This next bug (in the same game) we purposefully left in and it became an
easter egg. A big part of the game was being able to customize your store with
different retail stands and tables to put your merchandise on. If you edited
your store layout while customers were in the store, you could trap them. The
path finding code we wrote for the customers required a valid point of entry
and a valid point of exit to the store. As soon as you trapped the customer,
the lack of valid path to an exit had an unusual effect on the character
animation. The character movement and animation speed would increase up to 2x,
which made the customer look like it was freaking out. It also negatively
effected the customer "happiness" state. A store's reputation score was based
on the average customer happiness level over a particular time period. A
trapped customer could absolutely destroy that score. I've seen it drop from
2000+ to 0 in seconds. As with the other bug, we never did figure out why this
was happening.

------
arthurjj
tl;dr If you have an Enum don't have the 0 value be semantically meaningful.

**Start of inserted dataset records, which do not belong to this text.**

package branch

import (
	"context"
	"errors"
	"math"
	"slices"
	"strings"
	"testing"

	"holdfast/internal/zoo"
)

func TestKnobsThatCannotBe(t *testing.T) {
	n := zoo.LeaklessLatch(0.45, 1, 100)
	for _, c := range []struct {
		name      string
		low, high float64
		says      string
	}{
		{"a", 2, 0.2, "the wrong way round; write 0.2:2"},
		{"a", 1, 1, "the range is empty"},
		{"a", -1, 1, "must not go below 0"},
		{"a", math.NaN(), 1, "finite"},
		{"a", 0, math.Inf(1), "finite"},
		{"copies", 0, 100, "copies must stay above 0"},
		{"a*b", 0, 1, "must stay above 0"},
	} {
		_, err := NewKnob(n, c.name, c.low, c.high)
		var wrong *RangeError
		if !errors.As(err, &wrong) || !strings.Contains(err.Error(), c.says) {
			t.Errorf("%s from %g to %g gives %v, want *RangeError saying %q", c.name, c.low, c.high, err, c.says)
		}
	}
	for _, name := range []string{"aa", "a*c", "", "total", "a*"} {
		_, err := NewKnob(n, name, 0.1, 1)
		var unknown *UnknownKnobError
		if !errors.As(err, &unknown) || !slices.Contains(unknown.Known, "b") || !slices.Contains(unknown.Known, "copies") {
			t.Errorf("knob %q gives %v, want *UnknownKnobError with the list", name, err)
		}
	}
	for _, c := range []struct{ name, says string }{{"a*a", "a stands in it twice"}, {"a*leak", "leak is 0 today"}} {
		_, err := NewKnob(n, c.name, 0.1, 1)
		var product *ProductError
		if !errors.As(err, &product) || !strings.Contains(err.Error(), c.says) {
			t.Errorf("%s gives %v, want *ProductError saying %q", c.name, err, c.says)
		}
	}
}

func TestTodayOutsideTheRange(t *testing.T) {
	n := zoo.LeaklessLatch(0.45, 1, 100)
	k, err := NewKnob(n, "a", 0.5, 2)
	if err != nil {
		t.Fatal(err)
	}
	_, err = Follow(context.Background(), n, k, Options{})
	var outside *OutsideError
	if !errors.As(err, &outside) || outside.Today != 0.45 {
		t.Errorf("error %v, want *OutsideError with today's 0.45", err)
	}
}

func TestFollowStops(t *testing.T) {
	n := zoo.Latch(100)
	k, err := NewKnob(n, "b", 0.2, 2)
	if err != nil {
		t.Fatal(err)
	}
	ctx, cancel := context.WithCancel(context.Background())
	cancel()
	if _, err := Follow(ctx, n, k, Options{}); !errors.Is(err, context.Canceled) {
		t.Errorf("a cancelled context gives %v", err)
	}
}

func TestNoStateAnywhere(t *testing.T) {
	s := newSketch(10)
	x := s.species("x", 0)
	s.massAction(s.constant("k", 1), nil, nil, turn{x})
	s.massAction(num(2), nil, turn{x}, turn{x})
	n := s.network(t)
	k, err := NewKnob(n, "k", 0.5, 2)
	if err != nil {
		t.Fatal(err)
	}
	_, err = Follow(context.Background(), n, k, Options{})
	var none *NoStateError
	if !errors.As(err, &none) || none.Unwrap() == nil {
		t.Errorf("growth without bound gives %v, want *NoStateError with its reason", err)
	}
}

func TestTodayOfKnobs(t *testing.T) {
	n := mixed(t)
	want := map[string]float64{"on": 0.3, "off*loss": 0.14, "copies": 20, "total1": 2, "total2": 40}
	for name, v := range want {
		k, err := NewKnob(n, name, 0.01, 100)
		if err != nil {
			t.Fatal(err)
		}
		near(t, name, k.Today(n), v, 1e-15)
	}
}
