package branch

import (
	"context"
	"fmt"
	"testing"
	"time"

	"holdfast/deterministic"
	"holdfast/internal/zoo"
	"holdfast/model"
)

func show(n *model.Network, name string, lo, hi float64) {
	k, err := NewKnob(n, name, lo, hi)
	if err != nil {
		fmt.Println(err)
		return
	}
	t := time.Now()
	d, err := Follow(context.Background(), n, k, Options{})
	el := time.Since(t)
	if err != nil {
		fmt.Println(name, err)
		return
	}
	fmt.Println("==", n.Title, name, lo, hi, "time", el, "branches", len(d.Branches), d.Warnings)
	for _, b := range d.Branches {
		fmt.Println(" branch points", len(b.Points))
		for _, m := range b.Marks {
			fmt.Printf("   %v idx %d knob %.14g x %.10g turns %v opens %d rate %.6g freq %.12g %s %s\n", m.Kind, m.Index, m.Knob, m.Amounts, m.Turns, m.Opens, m.RateCoefficient, m.Frequency, m.Species, m.Text)
		}
	}
	for _, w := range d.Windows {
		fmt.Printf("   window %s: %v %g (%.4g%%) .. %v %g (%.4g%%)\n", w.State, w.Low.Mark.Kind, w.Low.Knob, w.Low.Distance, w.High.Mark.Kind, w.High.Knob, w.High.Distance)
	}
}

func TestScratch(t *testing.T) {
	show(zoo.LeakyActivator(0.6, 0.05, 100), "r", 0.1, 1)
	show(zoo.SelfActivator(3, 1, 1, 1, 100), "beta", 0, 5)
	for _, v := range []float64{0, 0.01,1, 1.25, 2.5, 3.75, 5} {
		t := time.Now()
		deterministic.Survey(context.Background(), zoo.SelfActivator(v, 1, 1, 1, 100), deterministic.Options{})
		fmt.Println(v, time.Since(t))
	}
	show(zoo.SymmetricRepression(3, 100), "alpha1*alpha2", 0.5, 80)
	show(zoo.AsymmetricRepression(3, 3, 2.5,2.5,100), "alpha1*alpha2", 0.5, 80)
	show(zoo.AsymmetricRepression(3, 3, 3,3,100), "alpha1*alpha2", 0.5, 80)
	show(zoo.SymmetricRepression(1.5, 100), "alpha1*alpha2", 0.5, 3)
	show(zoo.Latch(100), "copies", 10, 1e4)
}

2nd tl;dr If sex/gender is an Enum you should have at _least_ 4 values
unspecified, female, male, other.

A few years ago I was working on a front end that talked to different
scheduling software systems. Our front end had a much more nuanced way of
representing sex/gender while the system that talked to scheduling systems had
an older enum

Bad_Gender { female = 0, male = 1, }

A bug was introduced such that no gender was set. However the field not being
set meant that it's value was 0. This led to all appointments being booked as
women. Even a prostate exam. Needless to say we fixed the bug quickly.

------
FigBug
It wasn't funny at the time. I helped develop and app + hardware for measuring
the force generated when luge / ski cross / boarder cross athletes start. The
handles measure the force and sent the data to an iPad which also recorded
video.

Worked fine in the office. Every time we went up on the mountain to test, the
video didn't work. Go back to the hotel it worked fine.

Whole project was going to fail because of this. Finally it worked once on the
mountain, so we proved the system could work.

Finally I found the bug. When setting the video orientation, I was passing in
device orientation instead of UI orientation. In my office, I always have my
iPad on a stand, so device orientation matched ui orientation and everything
worked fine.

When I was on the mountain, I held the iPad flat so I could shield it from the
sun with my body, then I'd lift it up when the athlete was about to start. The
video would fail to record if device orientation was 'down' since that isn't a
valid orientation to rotate video.

I only ended up finding it because I ended up leaving my iPad stand at home
one day.

------
petedoyle
I was in Rome a while back and wanted to go see Michelangelo's David. Searched
for "David of Michelangelo" in Google Maps for Android. Clicked details. The
main detail photo's aspect ratio is very tall and--because the photo is
center-cropped--results in a zoomed in look right below his waist. :) Gave me
a laugh. It's still live...

------
jpatokal
A bug that occurred only on Wednesdays:
[https://gyrovague.com/2015/07/29/crashes-only-on-
wednesdays/](https://gyrovague.com/2015/07/29/crashes-only-on-wednesdays/)

------
newtronic
Back in the late 1980's, apple released a version of Unix called A/UX. In
order to get excitement going about it, they sold Macintosh computers with
A/UX preloaded to developers. The combo was cheaper than the equivalent Mac.
So I bought two of them. I also bought the biggest displays for them; they
weighted like 50 lbs. Probably 400 x 512; I don't remember. Anyway, I hooked
both up to their displays and both booted to this message:

When in Danger

Or in Doubt

Run in Circles

Scream and Shout!

Apple eventually admitted that A/UX didn't support those giant monitors. I
installed Mac OS and it ran fine.

------
swanson
As an undergrad doing an internship helping some PhD students write a complex
MATLAB simulation. Part of the simulation needed to be done in a loop and,
naturally, I used "i" as the index variable. I spent several days debugging
why the expected output result was not correct.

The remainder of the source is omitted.